◆ **What to produce**
Using the material below, return exactly the lines between the one holding "fn rss_kib() ->" and the one holding "let mut last = Instant::now();", inclusive, and no others.

▬▬▬▬▬▬▬▬▬▬

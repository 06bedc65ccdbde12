//! Daemon benchmarks, run with `cargo bench --bench daemon_throughput`
//! (a plain program, not criterion: it measures rates, latencies and
//! memory over seconds of loopback traffic). Everything stays on
//! 127.0.0.1 and every loop is bounded in count and time.
//!
//! 1. UDP ingest throughput: plots offered at a fixed rate over loopback
//!    to a bare receive loop (the ceiling) and to the daemon; how many
//!    arrive and at what rate the daemon takes them.
//! 2. Latency from send to a subscriber's track record, stage by stage
//!    (datagram → engine task → tracker output → subscriber; see
//!    BENCHMARKS.md), with the default 1 s reorder window and a
//!    50 ms one: the transport alone (the Echo stand-in tracker) at
//!    20 000 plots/s, and the real engine on live radar scenes (800
//!    plots/s from one radar; 20 000 plots/s from eight), for values of
//!    `tracking.batch_scan_fraction`. Feed times are the sending clock, as
//!    from a live radar.
//! 3. Resident memory sampled over a long replay.
//!
//! Arguments choose the parts (`throughput`, `latency`, `memory`;
//! default all); the environment chooses latency cases
//! (`LATENCY_CASES=echo,engine,wide,offline`, `LATENCY_WINDOWS`,
//! `LATENCY_FRACTIONS`, `LATENCY_VESSELS`, `LATENCY_WIDE=radars,vessels,scan_s`)
//! and `LATENCY_DUMP=PREFIX` writes each record's ages to files.

#[path = "../tests/daemon_support/mod.rs"]
mod daemon_support;

use daemon_support::*;
use skerry::daemon::replay::{self, Pace, Target};
use skerry::engine::Engine;
use skerry::time::Timestamp;
use skerry::daemon::Tracker;
use skerry::config::Config;
use skerry::feed::{Detection, Record, ScanEnd, SensorTable, TrackRecord};
use skerry::geo::{Antenna, Geodetic, LocalFrame, geodetic_to_ecef};
use std::collections::HashMap;
use std::sync::{Arc, Mutex};
use std::time::{Duration, Instant, SystemTime, UNIX_EPOCH};

fn now_ts() -> Timestamp {
    Timestamp::from_unix_nanos(SystemTime::now().duration_since(UNIX_EPOCH).unwrap().as_nanos() as i64)
}

/// `n` plot lines of kestrel-point, 100 per 2.5 s scan with a scan_end.
fn plot_lines(n: usize, start: Timestamp) -> Vec<String> {
    let mut v = Vec::with_capacity(n + n / 100 + 1);
    let mut t = start;
    for i in 0..n {
        let scan = i / 100;
        t = start.plus_secs(scan as f64 * 2.5 + (i % 100) as f64 * 0.025);
        v.push(format!(
            r#"{{"type":"detection","sensor":"kestrel-point","time":"{}","scan":{scan},"range_m":{:.1},"bearing_deg":{:.2},"snr_db":12.5}}"#,
            t.to_rfc3339(),
            2000.0 + (i * 7919 % 15000) as f64,
            (i % 100) as f64 * 3.6
        ));
        if i % 100 == 99 {
            v.push(format!(r#"{{"type":"scan_end","sensor":"kestrel-point","time":"{}","scan":{scan}}}"#, start.plus_secs((scan + 1) as f64 * 2.5).to_rfc3339()));
        }
    }
    let _ = t;
    v
}

fn rss_kib() -> u64 {
    std::fs::read_to_string("/proc/self/status").ok().and_then(|s| s.lines().find(|l| l.starts_with("VmRSS:")).and_then(|l| l.split_whitespace().nth(1)?.parse().ok())).unwrap_or(0)
}

async fn bare_receive(lines: &[String], rate: f64) -> (u64, f64) {
    let sock = std::sync::Arc::new(skerry::daemon::Listeners::loopback().await.unwrap().udp);
    let addr = sock.local_addr().unwrap();
    let want = lines.len() as u64;
    let rx = tokio::spawn(async move {
        let mut buf = vec![0u8; 65536];
        let mut got = 0u64;
        let mut first = None;
        let mut last = Instant::now();
        while got < want {
            match tokio::time::timeout(Duration::from_secs(2), sock.recv_from(&mut buf)).await {
                Ok(Ok((n, _))) => {
                    first.get_or_insert_with(Instant::now);
                    last = Instant::now();
                    got += buf[..n].iter().filter(|&&b| b == b'\n').count() as u64 + 1;
                }
                _ => break,
            }
        }
        (got, first.map(|f| last.duration_since(f).as_secs_f64()).unwrap_or(0.0))
    });
    replay::replay(lines, &Target::Udp(addr.to_string()), &Pace { speed: 0.0, max_rate: rate, ..Pace::default() }, &indicatif::ProgressBar::hidden()).await.unwrap();
    rx.await.unwrap()
}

▬▬▬▬▬▬▬▬▬▬

◆ **Response below**
fn rss_kib() -> u64 {
    std::fs::read_to_string("/proc/self/status").ok().and_then(|s| s.lines().find(|l| l.starts_with("VmRSS:")).and_then(|l| l.split_whitespace().nth(1)?.parse().ok())).unwrap_or(0)
}

async fn bare_receive(lines: &[String], rate: f64) -> (u64, f64) {
    let sock = std::sync::Arc::new(skerry::daemon::Listeners::loopback().await.unwrap().udp);
    let addr = sock.local_addr().unwrap();
    let want = lines.len() as u64;
    let rx = tokio::spawn(async move {
        let mut buf = vec![0u8; 65536];
        let mut got = 0u64;
        let mut first = None;
        let mut last = Instant::now();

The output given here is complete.